Lo puso en marcha; vio que no había nafta para diez minutos de vuelo; llegar al
Uruguay era imposible. Tuvo un momento de tristeza; melancólicamente se dijo que tal
vez fuera mejor morir que vivir como un esclavo. Había fracasado la estratagema; salir
a volar era inútil; tuvo ganas de llamar a esa gente y decirles: «Señores, esto se
acabó.» Por apatía dejó que los acontecimientos siguieran su curso. Decidió ejecutar
otra vez su nuevo esquema de prueba.
Corrió unos quinientos metros y despegó. Cumplió regularmente la primera parte del
ejercicio, pero al emprender las operaciones nuevas volvió a sentirse mareado, a perder
el conocimiento, a oírse una avergonzada queja por estar perdiendo el conocimiento.
Sobre el campo de aterrizaje, logró enderezar el aeroplano.

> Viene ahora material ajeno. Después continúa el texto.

void SpectrumView::load() {
    m_stored.reset();
    m_op.reset();
    m_highlightHz.reset();
    m_quantity->setEnabled(currentKind() == "velocity");
    if (!m_session.isOpen() || m_round->count() == 0) {
        redraw();
        return;
    }
    const std::int64_t roundId = m_round->currentData().toLongLong();
    // A current spectrum is stored under the phase set's first point (I-A / V-AB).
    QString point = currentPoint();
    const QString kind = currentKind();
    try {
        auto rec = workflow::recordingOf(m_session.store(), roundId, m_tag.toStdString(), point.toStdString());
        std::optional<dsp::Spectrum> s = rec ? workflow::storedSpectrum(m_session.store(), rec->id, kind.toStdString()) : std::nullopt;
        if (!s && (kind == "current" || kind == "zoom" || kind == "voltage")) {
            for (const auto& r : m_session.store().recordings(roundId))
                if (r.motorTag == m_tag.toStdString())
                    if ((s = workflow::storedSpectrum(m_session.store(), r.id, kind.toStdString()))) break;
        }
        m_stored = s;
        if (const auto op = workflow::operatingPoint(m_session.store(), roundId, m_tag.toStdString())) {
            const auto* def = m_session.fleet().motor(m_tag.toStdString());
            m_op = motor::OperatingPoint{op->lineHz, op->speedRpm / 60.0, def ? motor::polesOf(def->motor.nameplate).value_or(4) : 4};
        }
    } catch (const storage::StorageException& e) {
        m_info->setText(QString::fromStdString(e.error.message));
    }
    redraw();
}

void SpectrumView::setQuantity(Quantity q) {
    {
        const QSignalBlocker b(m_quantity);
        m_quantity->setCurrentIndex(std::max(0, m_quantity->findData(static_cast<int>(q))));
    }
    m_displayQuantity = q;
    redraw();
}

void SpectrumView::setImperial(bool imperial) {
    m_imperial = imperial;
    const QSignalBlocker b(m_units);
    m_units->setCurrentIndex(imperial ? 1 : 0);
    redraw();
}

void SpectrumView::setOrders(bool orders) {
    const QSignalBlocker b(m_orders);
    m_orders->setChecked(orders);
    redraw();
}

void SpectrumView::setLogarithmic(bool log) {
    const QSignalBlocker b(m_log);
    m_log->setChecked(log);
    m_plot->yAxis->setScaleType(log ? QCPAxis::stLogarithmic : QCPAxis::stLinear);
    if (log) m_plot->yAxis->setTicker(QSharedPointer<QCPAxisTickerLog>(new QCPAxisTickerLog));
    else m_plot->yAxis->setTicker(QSharedPointer<QCPAxisTicker>(new QCPAxisTicker));
    redraw();
}

void SpectrumView::setOverlay(Overlay o, bool on) {
    m_overlays[o] = on;
    for (QAction* a : m_overlayButton->menu()->actions())
        if (a->text() == overlayName(o)) {
            const QSignalBlocker b(a);
            a->setChecked(on);
        }
    redraw();
}

void SpectrumView::setOverlaysVisible(bool visible) {
    m_overlaysOn = visible;
    redraw();
}

void SpectrumView::highlight(double hz) {
    m_highlightHz = hz;
    redraw();
}

void SpectrumView::setHarmonicCursor(std::optional<double> hz) {
    m_harmonicHz = hz;
    drawCursors();
    m_plot->replot();
}

void SpectrumView::setSidebandCursor(std::optional<double> centreHz, double spacingHz) {
    m_sidebandHz = centreHz;
    m_sidebandSpacingHz = spacingHz;
    drawCursors();
    m_plot->replot();
}

void SpectrumView::nextPoint() {
    if (m_point->count() > 0) m_point->setCurrentIndex((m_point->currentIndex() + 1) % m_point->count());
}

double SpectrumView::toAxis(double hz) const { return m_orders->isChecked() && m_op && m_op->shaftHz > 0 ? hz / m_op->shaftHz : hz; }
double SpectrumView::toHz(double x) const { return m_orders->isChecked() && m_op && m_op->shaftHz > 0 ? x * m_op->shaftHz : x; }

Cuando volvió en sí estaba dolorosamente acostado en una cama blanca, en un cuarto
alto, de paredes blancuzcas y desnudas. Comprendió que estaba herido, que estaba
detenido, que estaba en el Hospital Militar. Se preguntó si todo no era una alucinación.
Completé su pensamiento:
- Una alucinación que tenías en el instante de despertar.
Supo que la caída ocurrió el 31 de agosto. Perdió la noción del tiempo. Pasaron tres o
cuatro días. Se alegró de que Idibal estuviera en la Colonia; este nuevo accidente lo
avergonzaba; además, la mujer le reprocharía no haber planeado hasta el Uruguay.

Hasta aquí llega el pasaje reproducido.